Tamebay had some server issues last weekend with pages being slow to load on Sunday and for a brief interval on Sunday afternoon Tamebay was offline.
We thought we should share with you why this is and what we’re doing to stop it happening again.
Tamebay’s traffic is normally pretty steady with a noticeable dip at weekends when naturally you, our readers, are off doing whatever you do when you’re not working. However three times in the last eight weeks we’ve seen abnormally high spikes in traffic, unsurprisingly on the dates eBay have had downtime issues. Each spike has been a magnitude larger than the previous with yesterdays being Tamebay’s busiest day ever.
On the first two occasions our server held up admirably, however yesterday was a record day by both visitors and page views (around 6 times the amount of traffic we’d normally expect on a typical day) with the peak hitting in the early afternoon. That’s when pages started to load slowly and around 3.20 for about 6 minutes Tamebay was offline.
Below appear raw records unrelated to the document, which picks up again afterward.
/**
 * A measuring receiver or spectrum analyzer reading the virtual exciter the way a person or a
 * calibration program would: one scalar level per reading, with the analyzer's floor power-added,
 * Gaussian reading noise in dB, and optional outliers and failed readings. The rehearsal bench for
 * calibration (DESIGN.md §6–7).
 */
import { OrthotoneError } from '../core/errors.js';
import { createRng } from '../core/rng.js';
import type { Trims } from '../core/trims.js';
import { requireFinite, requireRange, stripUndefined } from '../core/validate.js';
import type { VirtualExciter } from './exciter.js';

/** Options of {@link createAnalyzer}. */
export interface AnalyzerOptions {
  /** The analyzer's floor relative to the wanted tone, dBc (default −70): readings never go below it. */
  floorDbc: number;
  /** One standard deviation of the reading noise, dB (default 0.5). */
  noiseDb: number;
  /** Seed of the reading noise. */
  seed: number;
  /** Probability that a reading is an outlier (default 0). */
  outlierRate: number;
  /** Size of an outlier, dB, added with a random sign (default 10). */
  outlierDb: number;
  /** Probability that a reading fails and throws MEASUREMENT_FAILED (default 0). */
  failureRate: number;
}

/** Defaults for {@link AnalyzerOptions} (seed required). */
export const DEFAULT_ANALYZER_OPTIONS = Object.freeze({
  floorDbc: -70,
  noiseDb: 0.5,
  outlierRate: 0,
  outlierDb: 10,
  failureRate: 0,
});

/** A reading analyzer. */
export interface Analyzer {
  /**
   * Unwanted-sideband level relative to the wanted tone, dBc, as the analyzer shows it: the
   * exciter's analytic level ({@link VirtualExciter.response}) power-added to the floor, plus
   * Gaussian reading noise and, with probability `outlierRate`, ±`outlierDb` (reading model of
   * DESIGN.md §6; power addition of incoherent components, common practice, no source). Counts as
   * one reading (also when it fails).
   * @param toneHz tone frequency, Hz, signed (negative = lower sideband).
   * @param trims DESIGN.md §4 units: gainDb dB, phaseDeg degrees, skewSamples samples, dcI/dcQ
   *   full-scale units.
   * @param toneAmplitude peak tone amplitude, full-scale units (default 1 = 0 dBFS).
   * @returns the reading, dBc.
   * @throws {OrthotoneError} MEASUREMENT_FAILED with probability `failureRate` (a simulated failed
   *   reading); INVALID_ARGUMENT from {@link VirtualExciter.response} for a non-finite tone or a trim
   *   out of range (no reading is counted then).
   */
  readSideband(toneHz: number, trims: Partial<Trims>, toneAmplitude?: number): number;
  /**
   * Carrier level relative to the wanted tone, dBc, as the analyzer shows it (same reading model
   * as {@link Analyzer.readSideband}). Counts as one reading.
   * @param toneHz tone frequency, Hz, signed (negative = lower sideband).
   * @param trims DESIGN.md §4 units (dcI/dcQ in full-scale units move the carrier).
   * @param toneAmplitude peak tone amplitude, full-scale units (default 1).
   * @returns the reading, dBc.
   * @throws {OrthotoneError} MEASUREMENT_FAILED with probability `failureRate`; INVALID_ARGUMENT
   *   for a non-finite tone or a trim out of range.
   */
  readCarrier(toneHz: number, trims: Partial<Trims>, toneAmplitude?: number): number;
  /**
   * Both from one setting (counts as two readings: sideband first, then carrier; each with its own
   * noise, outlier and failure draw).
   * @param toneHz tone frequency, Hz, signed.
   * @param trims DESIGN.md §4 units.
   * @param toneAmplitude peak tone amplitude, full-scale units (default 1).
   * @returns `sidebandDbc` and `carrierDbc`, dBc.
   * @throws {OrthotoneError} MEASUREMENT_FAILED when either reading fails (if the sideband reading
   *   fails, the carrier is not read and only one reading is counted); INVALID_ARGUMENT for a
   *   non-finite tone or a trim out of range.
   */
  readBoth(
    toneHz: number,
    trims: Partial<Trims>,
    toneAmplitude?: number,
  ): { sidebandDbc: number; carrierDbc: number };
  /** Readings taken so far (including failed ones). */
  readonly readings: number;
}

/**
 * Creates an analyzer reading `exciter`: reading = `10·log10(10^(level/10) + 10^(floor/10))`
 * plus `N(0, noiseDb²)`, plus (rarely) ±`outlierDb`; a failed reading throws.
 * @param exciter the virtual exciter whose analytic response is read.
 * @param options `seed` required; see {@link AnalyzerOptions}.
 * @throws {OrthotoneError} INVALID_ARGUMENT for bad options; readings throw MEASUREMENT_FAILED
 *   with probability `failureRate`.
 * Reference: power addition of a level and a floor (incoherent sum); reading noise model of
 * DESIGN.md §6 (σ in dB).
 * @example
 * ```ts
 * import { createAnalyzer, createVirtualExciter, homebrewBenchDevice } from 'orthotone';
 *
 * const exciter = createVirtualExciter(homebrewBenchDevice(), { sampleRate: 48000, seed: 1 });
 * const analyzer = createAnalyzer(exciter, { seed: 2, noiseDb: 0.2 });
 * const { sidebandDbc, carrierDbc } = analyzer.readBoth(1000, { gainDb: 0.2, phaseDeg: -1 });
 * console.log(sidebandDbc.toFixed(1), carrierDbc.toFixed(1), 'dBc');
 * ```
 */
export function createAnalyzer(
  exciter: VirtualExciter,
  options: Partial<AnalyzerOptions> & { seed: number },
): Analyzer {
  const o = { ...DEFAULT_ANALYZER_OPTIONS, ...stripUndefined(options) } as AnalyzerOptions;
  requireFinite('seed', o.seed);
  requireRange('floorDbc', o.floorDbc, -300, 0, 'dBc');
  requireRange('noiseDb', o.noiseDb, 0, 20, 'dB');
  requireRange('outlierRate', o.outlierRate, 0, 1);
  requireRange('outlierDb', o.outlierDb, 0, 100, 'dB');
  requireRange('failureRate', o.failureRate, 0, 1);
  const rng = createRng(o.seed);
  let readings = 0;
  const floorP = 10 ** (o.floorDbc / 10);
  const read = (levelDbc: number): number => {
    readings++;
    // Fixed draw order per reading (failure, outlier, sign, noise) keeps sequences reproducible.
    const fail = rng.uniform() < o.failureRate;
    const out = rng.uniform() < o.outlierRate;
    const sign = rng.uniform() < 0.5 ? -1 : 1;
    const noise = o.noiseDb * rng.normal();
    if (fail) {
      throw new OrthotoneError(
        'MEASUREMENT_FAILED',
        `reading ${readings} failed (simulated analyzer failure)`,
        readings,
      );
    }
    return 10 * Math.log10(10 ** (levelDbc / 10) + floorP) + noise + (out ? sign * o.outlierDb : 0);
  };
  return {
    readSideband(toneHz, trims, toneAmplitude = 1) {
      return read(exciter.response(toneHz, trims, toneAmplitude).unwantedDbc);
    },
    readCarrier(toneHz, trims, toneAmplitude = 1) {
      return read(exciter.response(toneHz, trims, toneAmplitude).carrierDbc);
    },
    readBoth(toneHz, trims, toneAmplitude = 1) {
      const r = exciter.response(toneHz, trims, toneAmplitude);
      return { sidebandDbc: read(r.unwantedDbc), carrierDbc: read(r.carrierDbc) };
    },
    get readings() {
      return readings;
    },
  };
}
Our tech guys have looked at the logs and told us that basically, due to the high volume of traffic this Sunday, the server simply ran out of memory, with the obvious solution to buy some more to increase capacity. This we will do.
The good news is that we now know what type of traffic loads our servers can take and how many people can concurrently use the site without noticeable issues. Adding additional memory should further increase the peak loads that the server can handle.
Hopefully we won’t get anywhere near the server limits again in the near future, but rest assured we’ll be monitoring traffic each time there’s a major event and will be putting resources in place when needed.
11 Responses
Maybe you could pass the same advice to eBay. Seems the number of site techy issues they have has increased dramatically since they reduced the number of servers to save on energy bills last year.
This clearly shows everyone turns to good old Tamebay when there are issues with eBay. Why a giant such as eBay can’t have a separate service status site to inform it’s paying sellers and buyers what is going on is crazy.
Thank goodness for Tamebay!!
Isn’t it about time eBay also started hosting the localised sites, locally, rather than in Campbell, California, USA.
This would allow the local site to operate without the Transatlantic cable issues & if .com falls over the local sites are still online
I’m really pleased that we’ve shared this information: it’s an act of genuine radical transparency.
Have you considered using a CDN service (such as the free Cloudflare)? This would cache static content (such as images) reducing server load. I note that you are currently serving images from the main server it may be worth transferring them to a separate domain (eg img.tamebaynew.wpengine.com) which can be hosted separately.
I assume that you are using a WP caching plugin as most visitors will be reading rather than commenting.